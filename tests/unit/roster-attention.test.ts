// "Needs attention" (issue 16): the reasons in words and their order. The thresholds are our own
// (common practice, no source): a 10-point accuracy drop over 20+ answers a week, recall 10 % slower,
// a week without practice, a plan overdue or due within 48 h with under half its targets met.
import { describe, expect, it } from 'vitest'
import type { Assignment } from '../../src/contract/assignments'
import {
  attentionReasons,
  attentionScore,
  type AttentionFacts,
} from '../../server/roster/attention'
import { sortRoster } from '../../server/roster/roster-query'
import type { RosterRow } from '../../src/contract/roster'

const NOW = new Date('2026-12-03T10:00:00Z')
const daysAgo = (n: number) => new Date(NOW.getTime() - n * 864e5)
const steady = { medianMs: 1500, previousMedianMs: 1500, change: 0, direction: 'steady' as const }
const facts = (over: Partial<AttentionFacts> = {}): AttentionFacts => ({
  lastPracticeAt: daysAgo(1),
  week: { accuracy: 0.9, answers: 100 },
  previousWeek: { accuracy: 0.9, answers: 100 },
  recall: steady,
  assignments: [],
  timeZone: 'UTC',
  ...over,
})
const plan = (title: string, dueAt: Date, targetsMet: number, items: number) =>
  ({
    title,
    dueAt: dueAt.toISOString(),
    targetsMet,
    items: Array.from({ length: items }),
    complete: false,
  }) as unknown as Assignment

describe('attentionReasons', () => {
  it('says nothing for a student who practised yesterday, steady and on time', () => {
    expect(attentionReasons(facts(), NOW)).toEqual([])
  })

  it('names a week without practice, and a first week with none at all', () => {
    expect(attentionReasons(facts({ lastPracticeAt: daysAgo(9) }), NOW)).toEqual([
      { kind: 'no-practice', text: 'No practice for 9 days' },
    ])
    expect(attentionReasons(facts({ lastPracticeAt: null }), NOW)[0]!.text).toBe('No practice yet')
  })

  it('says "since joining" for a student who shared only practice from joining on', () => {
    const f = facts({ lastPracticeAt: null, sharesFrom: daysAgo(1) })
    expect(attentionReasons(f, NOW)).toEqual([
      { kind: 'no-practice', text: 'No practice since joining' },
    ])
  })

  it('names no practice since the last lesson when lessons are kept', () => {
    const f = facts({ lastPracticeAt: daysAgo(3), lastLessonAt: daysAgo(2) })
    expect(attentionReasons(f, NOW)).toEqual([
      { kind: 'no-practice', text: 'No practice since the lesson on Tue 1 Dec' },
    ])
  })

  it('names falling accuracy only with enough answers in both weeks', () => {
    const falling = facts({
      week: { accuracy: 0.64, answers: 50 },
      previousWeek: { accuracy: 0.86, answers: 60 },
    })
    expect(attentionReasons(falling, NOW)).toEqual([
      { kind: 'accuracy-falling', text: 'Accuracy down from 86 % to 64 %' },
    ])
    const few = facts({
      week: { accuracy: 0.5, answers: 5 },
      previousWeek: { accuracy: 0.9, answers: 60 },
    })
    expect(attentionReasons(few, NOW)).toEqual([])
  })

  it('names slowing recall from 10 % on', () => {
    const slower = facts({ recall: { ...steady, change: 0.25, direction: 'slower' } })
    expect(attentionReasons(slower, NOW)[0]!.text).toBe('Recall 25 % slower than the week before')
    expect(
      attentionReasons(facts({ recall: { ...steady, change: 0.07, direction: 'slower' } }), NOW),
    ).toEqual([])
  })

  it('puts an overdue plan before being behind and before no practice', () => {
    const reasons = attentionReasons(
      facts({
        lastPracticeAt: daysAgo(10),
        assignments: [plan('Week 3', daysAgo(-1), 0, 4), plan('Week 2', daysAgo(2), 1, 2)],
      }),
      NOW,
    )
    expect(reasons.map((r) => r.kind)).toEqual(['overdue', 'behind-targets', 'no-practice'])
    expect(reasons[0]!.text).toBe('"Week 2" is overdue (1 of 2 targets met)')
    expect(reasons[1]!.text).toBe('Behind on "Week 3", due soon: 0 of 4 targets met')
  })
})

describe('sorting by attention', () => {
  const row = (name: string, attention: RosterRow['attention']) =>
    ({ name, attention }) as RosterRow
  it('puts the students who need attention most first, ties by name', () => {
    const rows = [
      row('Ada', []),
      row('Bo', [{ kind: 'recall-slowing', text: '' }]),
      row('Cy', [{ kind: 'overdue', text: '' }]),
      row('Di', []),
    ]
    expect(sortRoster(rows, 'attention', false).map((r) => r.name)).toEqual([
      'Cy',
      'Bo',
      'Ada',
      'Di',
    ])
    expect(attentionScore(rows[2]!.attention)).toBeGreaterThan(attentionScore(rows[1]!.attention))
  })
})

──────

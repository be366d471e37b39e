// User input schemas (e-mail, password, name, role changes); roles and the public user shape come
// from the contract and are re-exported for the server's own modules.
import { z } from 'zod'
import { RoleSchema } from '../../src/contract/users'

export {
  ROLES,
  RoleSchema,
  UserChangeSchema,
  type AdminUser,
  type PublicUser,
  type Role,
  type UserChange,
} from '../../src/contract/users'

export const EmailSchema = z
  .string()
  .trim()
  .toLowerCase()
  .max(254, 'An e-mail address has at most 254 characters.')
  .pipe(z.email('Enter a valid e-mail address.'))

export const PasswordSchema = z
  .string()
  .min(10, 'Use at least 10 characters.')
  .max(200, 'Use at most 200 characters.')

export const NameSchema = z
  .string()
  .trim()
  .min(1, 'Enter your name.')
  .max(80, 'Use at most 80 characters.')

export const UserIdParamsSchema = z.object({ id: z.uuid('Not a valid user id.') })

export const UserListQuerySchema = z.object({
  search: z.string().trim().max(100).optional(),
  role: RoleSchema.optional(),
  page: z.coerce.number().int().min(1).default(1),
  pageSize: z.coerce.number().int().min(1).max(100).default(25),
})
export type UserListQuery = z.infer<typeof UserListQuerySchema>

──────

◆ GOAL OF THE EXERCISE
Tally the lines of the data that contain the string "slower", and report nothing but the tally.

◆ ANSWER SECTION
4